O carácter discursivo do trabalho filosófico

A Filosofia não pode deixar de trabalhar com a palavra e com os textos que corporizam a(s) palavra(s). Por isso nos referimos ao carácter discursivo da Filosofia e do trabalho filosófico.

A Filosofia vive de textos. É assim que os filósofos expõem as suas ideias, discutem as ideias dos outros, tomam posição sobre os problemas. Oral ou escrito, o texto filosófico é essencial para a reflexão. E, através dos textos, os filósofos argumentam, justificam e adiantam razões que apoiam as ideias (as teses) que defendem.

O carácter discursivo da Filosofia implica uma definição tão rigorosa quanto possível das palavras e dos conceitos que utiliza, bem como coerência na articulação entre os conceitos.

§10.

Filosofar é argumentar

O que é argumentar? Argumentar é apresentar razões em defesa de uma determinada tese, duma determinada posição [ver Posições de L. Althusser].

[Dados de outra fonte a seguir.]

//! Streaming reader for the series table (`DATA.csv`): header, optional time axis, series.

use std::collections::HashMap;
use std::fs::File;
use std::io::Read;
use std::path::Path;

use csv::ByteRecord;

use crate::SeriesTable;
use crate::cell::{Cell, CellProblem, is_decimal_comma, parse_number_with};
use crate::error::{InputError, show_cell, show_names};
use crate::timeaxis::{TimeAxis, TimeKind, UnevenSteps, format_time, parse_time, spacing};

/// First-column names taken as the time axis when no column is named (compared in any case).
pub const TIME_COLUMN_NAMES: [&str; 8] = [
    "t", "time", "date", "datetime", "year", "month", "week", "day",
];

/// Default limit on data rows (5 million: 40 MB per series at 8 bytes a value).
pub const DEFAULT_MAX_ROWS: usize = 5_000_000;
/// Default limit on numeric cells, rows times series (100 million: 800 MB of values).
pub const DEFAULT_MAX_CELLS: usize = 100_000_000;
/// Default limit on header columns (100,000: names and their index stay a few MB).
pub const DEFAULT_MAX_COLUMNS: usize = 100_000;
/// Default limit on one record's bytes (64 MiB).
pub const DEFAULT_MAX_LINE_BYTES: u64 = 64 * 1024 * 1024;

/// How to read a series table. Build with [`ReadOptions::default`] and the `with_` setters.
#[derive(Debug, Clone, PartialEq, Eq)]
pub struct ReadOptions {
    /// Column to use as the time axis. `None`: a first column named as in
    /// [`TIME_COLUMN_NAMES`] (any case) is the time axis, otherwise there is none.
    pub time_column: Option<String>,
    /// Field separator byte (default `,`; `;` and tab are common in spreadsheet exports).
    pub delimiter: u8,
    /// Read numbers with a decimal comma (`3,25`); a point is then refused.
    pub decimal_comma: bool,
    /// What to do when the time axis has uneven steps.
    pub uneven_steps: UnevenSteps,
    /// Most data rows accepted (header not counted); more is an error.
    pub max_rows: usize,
    /// Most numeric cells (data rows times series columns) accepted.
    pub max_cells: usize,
    /// Most header columns accepted.
    pub max_columns: usize,
    /// Most bytes in one record (one line, or several when a quoted field spans lines).
    pub max_line_bytes: u64,
}

impl Default for ReadOptions {
    fn default() -> Self {
        Self {
            time_column: None,
            delimiter: b',',
            decimal_comma: false,
            uneven_steps: UnevenSteps::Refuse,
            max_rows: DEFAULT_MAX_ROWS,
            max_cells: DEFAULT_MAX_CELLS,
            max_columns: DEFAULT_MAX_COLUMNS,
            max_line_bytes: DEFAULT_MAX_LINE_BYTES,
        }
    }
}

impl ReadOptions {
    /// Use the named column as the time axis (it must exist).
    pub fn with_time_column(mut self, name: impl Into<String>) -> Self {
        self.time_column = Some(name.into());
        self
    }

    /// Separate fields with this byte instead of a comma.
    pub fn with_delimiter(mut self, delimiter: u8) -> Self {
        self.delimiter = delimiter;
        self
    }

    /// Read decimal commas (`3,25`).
    pub fn with_decimal_comma(mut self, on: bool) -> Self {
        self.decimal_comma = on;
        self
    }

    /// Choose what happens on uneven time steps.
    pub fn with_uneven_steps(mut self, policy: UnevenSteps) -> Self {
        self.uneven_steps = policy;
        self
    }

    /// Set the data-row limit.
    pub fn with_max_rows(mut self, max_rows: usize) -> Self {
        self.max_rows = max_rows;
        self
    }

    /// Set the cell limit.
    pub fn with_max_cells(mut self, max_cells: usize) -> Self {
        self.max_cells = max_cells;
        self
    }

    /// Set the header-column limit.
    pub fn with_max_columns(mut self, max_columns: usize) -> Self {
        self.max_columns = max_columns;
        self
    }

    /// Set the per-record byte limit.
    pub fn with_max_line_bytes(mut self, max_line_bytes: u64) -> Self {
        self.max_line_bytes = max_line_bytes;
        self
    }
}

/// Read and validate a series table from a file; the path names the file in errors.
pub fn read_series(path: &Path, opts: &ReadOptions) -> Result<SeriesTable, InputError> {
    let name = path.display().to_string();
    let file = File::open(path).map_err(|source| InputError::Io {
        file: name.clone(),
        source,
    })?;
    read_series_from(file, &name, opts)
}

/// Read and validate a series table from any reader; `source_name` names it in errors.
///
/// Rows are streamed: memory holds one record plus one `f64` per cell, and the limits in
/// `opts` stop oversized input early. The SHA-256 covers every input byte, BOM included.
///
/// # Format and rules (each broken rule is the [`InputError`] variant named)
///
/// - Comma-separated (or by `delimiter`), RFC 4180 quoting (`"a,b"`, `""` for a quote, quoted line breaks);
///   LF, CRLF or CR line ends; blank lines skipped; a leading UTF-8 BOM dropped; spaces
///   around names and numbers ignored. Rows are numbered as in the file, header = row 1.
/// - A header is required ([`Empty`](InputError::Empty)), then at least one data row
///   ([`HeaderOnly`](InputError::HeaderOnly)). All text must be UTF-8
///   ([`NotUtf8`](InputError::NotUtf8)).
/// - Names: non-empty ([`EmptyColumnName`](InputError::EmptyColumnName)), distinct
///   ([`DuplicateColumn`](InputError::DuplicateColumn)), no control characters
///   ([`ControlInName`](InputError::ControlInName)), at most `max_columns`
///   ([`TooManyColumns`](InputError::TooManyColumns)).
/// - Time axis: the first column if named as in [`TIME_COLUMN_NAMES`] (any case), or the
///   column named by `time_column` ([`TimeColumnNotFound`](InputError::TimeColumnNotFound));
///   numbers, ISO 8601 dates (`2020-01-31`) or date-times (`2020-01-31T06:00`, optional zone
///   `Z` or `+02:00`), one kind throughout ([`TimeKindMixed`](InputError::TimeKindMixed));
///   every value present ([`TimeMissing`](InputError::TimeMissing)) and strictly increasing
///   ([`TimeNotIncreasing`](InputError::TimeNotIncreasing)); steps equal
///   ([`UnevenSteps`](InputError::UnevenSteps)) unless `uneven_steps` says otherwise. Dates
///   step in days, or in months when every date falls on the same day of the month.
/// - A strictly increasing first column that is not the time axis is read as a series with
///   a warning in [`SeriesTable::warnings`], in case it is a time axis under another name.
/// - At least two series columns ([`TooFewSeries`](InputError::TooFewSeries)).
/// - Every row has the header's field count ([`Ragged`](InputError::Ragged)).
/// - Cells: a number as Rust's `f64` parser reads it (`1.5`, `-2e-3`; with `decimal_comma`,
///   `1,5` and `-2e-3`), or missing: empty,
///   `NA`, `NaN`, `null` (any case) read as NaN and are counted per series. Anything else is
///   [`NotNumeric`](InputError::NotNumeric), with a hint for thousands separators, decimal
///   commas, dates and percent signs; `Inf` and overflowing numbers are
///   [`Infinite`](InputError::Infinite).
/// - Each series: at least two present values ([`TooFewValues`](InputError::TooFewValues)),
///   not all equal ([`ConstantSeries`](InputError::ConstantSeries)).
/// - Limits: `max_rows` data rows ([`TooManyRows`](InputError::TooManyRows)), `max_cells`
///   values ([`TooManyCells`](InputError::TooManyCells)), `max_line_bytes` per record
///   ([`RecordTooLong`](InputError::RecordTooLong)), checked while reading so oversized
///   input is never buffered whole.
pub fn read_series_from(
    reader: impl Read,
    source_name: &str,
    opts: &ReadOptions,
) -> Result<SeriesTable, InputError> {
    let file = source_name.to_string();
    let mut csv =
        crate::records::Records::new(reader, source_name, opts.max_line_bytes, opts.delimiter);
    let mut record = ByteRecord::new();

    if !csv.next(&mut record)? {
        return Err(InputError::Empty { file });
    }
    if record.len() > opts.max_columns {
        return Err(InputError::TooManyColumns {
            file,
            found: record.len(),
            limit: opts.max_columns,
        });
    }
    let header = decode_header(&file, &record)?;
    if header.len() == 1 && opts.delimiter == b',' {
        // One field: probably another separator. The first data row tells whether the
        // numbers also use decimal commas, so that one message names both fixes.
        let first_row = if csv.next(&mut record)? {
            let fields: Vec<String> = record
                .iter()
                .map(|f| String::from_utf8_lossy(f).into_owned())
                .collect();
            Some(fields.join(","))
        } else {
            None
        };
        let hint = too_few_hint(&header, first_row.as_deref(), opts.decimal_comma);
        return Err(InputError::TooFewSeries {
            file,
            found: usize::from(
                !TIME_COLUMN_NAMES
                    .iter()
                    .chain(opts.time_column.as_deref().iter())
                    .any(|n| header[0].eq_ignore_ascii_case(n)),
            ),
            names: show_names(&header),
            hint,
        });
    }
    let layout = Layout::from_header(&file, &header, opts.time_column.as_deref())?;
    let width = header.len();
    let n_series = layout.series.len();

    // The time axis is held as one number per row (its kind is the first row's); of its text
    // only the first and the latest row are kept, and file rows only where they jump (a
    // quoted line break), so that a long table costs little beyond its series.
    let mut times: Vec<f64> = Vec::new();
    let mut time_kind: Option<TimeKind> = None;
    let (mut first_text, mut prev_text) = (String::new(), String::new());
    let mut time_rows = RowIndex::default();
    let mut columns: Vec<Vec<f64>> = vec![Vec::new(); n_series];
    let mut missing = vec![0usize; n_series];
    let mut rows = 0usize;

    while csv.next(&mut record)? {
        let row = csv.row(&record);
        if rows == opts.max_rows {
            return Err(InputError::TooManyRows {
                file,
                row,
                limit: opts.max_rows,
            });
        }
        if (rows + 1).saturating_mul(n_series) > opts.max_cells {
            return Err(InputError::TooManyCells {
                file,
                row,
                limit: opts.max_cells,
            });
        }
        rows += 1;
        if record.len() != width {
            return Err(ragged(&file, row, width, record.len()));
        }
        if let Some(tc) = layout.time {
            let text = field_text(&file, row, &header[tc], &record[tc])?;
            let t = match parse_time(text, opts.decimal_comma) {
                Ok(Some(t)) => t,
                Ok(None) => {
                    return Err(InputError::TimeMissing {
                        file,
                        row,
                        column: header[tc].clone(),
                    });
                }
                Err(p) => return Err(cell_error(file, row, &header[tc], text, p)),
            };
            if let Some(first) = time_kind
                && first != t.kind
            {
                return Err(InputError::TimeKindMixed {
                    file,
                    row,
                    column: header[tc].clone(),
                    detail: format!(
                        "the time {} is a {}, but the first row's time is a {}",
                        text.trim(),
                        t.kind.as_str(),
                        first.as_str()
                    ),
                });
            }
            if let Some(&prev) = times.last()
                && t.value <= prev
            {
                return Err(InputError::TimeNotIncreasing {
                    file,
                    row,
                    column: header[tc].clone(),
                    previous: prev_text,
                    value: text.trim().to_string(),
                });
            }
            if times.is_empty() {
                time_kind = Some(t.kind);
                first_text = text.trim().to_string();
            }
            prev_text.clear();
            prev_text.push_str(text.trim());
            time_rows.push(times.len(), row);
            times.push(t.value);
        }
        for (j, &c) in layout.series.iter().enumerate() {
            let text = field_text(&file, row, &header[c], &record[c])?;
            match parse_number_with(text, opts.decimal_comma) {
                Ok(Cell::Value(v)) => columns[j].push(v),
                Ok(Cell::Missing) => {
                    columns[j].push(f64::NAN);
                    missing[j] += 1;
                }
                Err(p) => return Err(cell_error(file, row, &header[c], text, p)),
            }
        }
    }
    if rows == 0 {
        return Err(InputError::HeaderOnly { file });
    }

    let names: Vec<String> = layout.series.iter().map(|&c| header[c].clone()).collect();
    let mut warnings = Vec::new();
    let (time, time_axis) = match layout.time {
        None => (None, None),
        Some(tc) => {
            let axis = TimeAxisInput {
                file: &file,
                column: &header[tc],
                values: times,
                kind: time_kind.unwrap_or(TimeKind::Number),
                first: first_text,
                last: prev_text,
                rows: &time_rows,
            };
            let (time, axis) = axis.check(opts, &mut columns, &mut missing, &mut warnings)?;
            (Some(time), Some(axis))
        }
    };
    for (name, values) in names.iter().zip(&columns) {
        check_series(&file, name, values)?;
    }
    if layout.series.first() == Some(&0)
        && columns[0].len() >= 3
        && columns[0].windows(2).all(|w| w[1] > w[0])
    {
        warnings.push(format!(
            "the first column `{}` rises on every row like a time axis, but is analysed as a \
             series; if it is the time, pass --time-column {}",
            header[0], header[0]
        ));
    }

    Ok(SeriesTable {
        time_column: layout.time.map(|c| header[c].clone()),
        time,
        time_axis,
        names,
        columns,
        missing,
        warnings,
        sha256: csv.finish_hex(),
    })
}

O texto filosófico é por essa razão, um texto eminentemente argumentativo, que avança argumentos. Na Filosofia, porque não estamos diante duma ciência exata, as posições que se tomam não são evidentes, nem podem ser demonstradas matematicamente. Portanto, temos que argumentar. Ora, o que é um argumento? Basicamente, um raciocínio que encadeia premissas e conclusões, onde as conclusões se retiram das premissas apresentadas, ou onde, uma vez aceites determinadas premissas, somos conduzidos pela força mais ou menos persuasiva da ligação (concatenação) estabelecida entre as premissas e as conclusões.

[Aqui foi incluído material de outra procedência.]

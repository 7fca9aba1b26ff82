//! Typed errors for reading inputs and writing outputs.
//!
//! Every input message is one paragraph that names the file, the 1-based row as it
//! appears in the file (the header is row 1), the column, and what to do about it,
//! because the CLI prints it as the whole explanation of a non-zero exit.

use std::io;
use std::path::PathBuf;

Quando argumentamos em Filosofia, estamos a defender uma determinada posição, elencando argumentos a favor da tese defendida. Ao pretendermos fazer com que o outro

(18)

acompanhe, aceite ou assuma as teses que defendemos, temos que selecionar os argumentos em função desse objetivo, ou estruturando o discurso para que ele ganhe capacidade de persuasão através da sua estrutura.

§11.

Áreas e temas abrangidos pela Filosofia

Tendo a totalidade como objeto da sua reflexão, logo é possível constatar que são múltiplos os assuntos e os temas que cabem na discussão filosófica, originando-se, por essa razão, disciplinas filosóficas, também elas variadas para darem conta dessas variadas problemáticas.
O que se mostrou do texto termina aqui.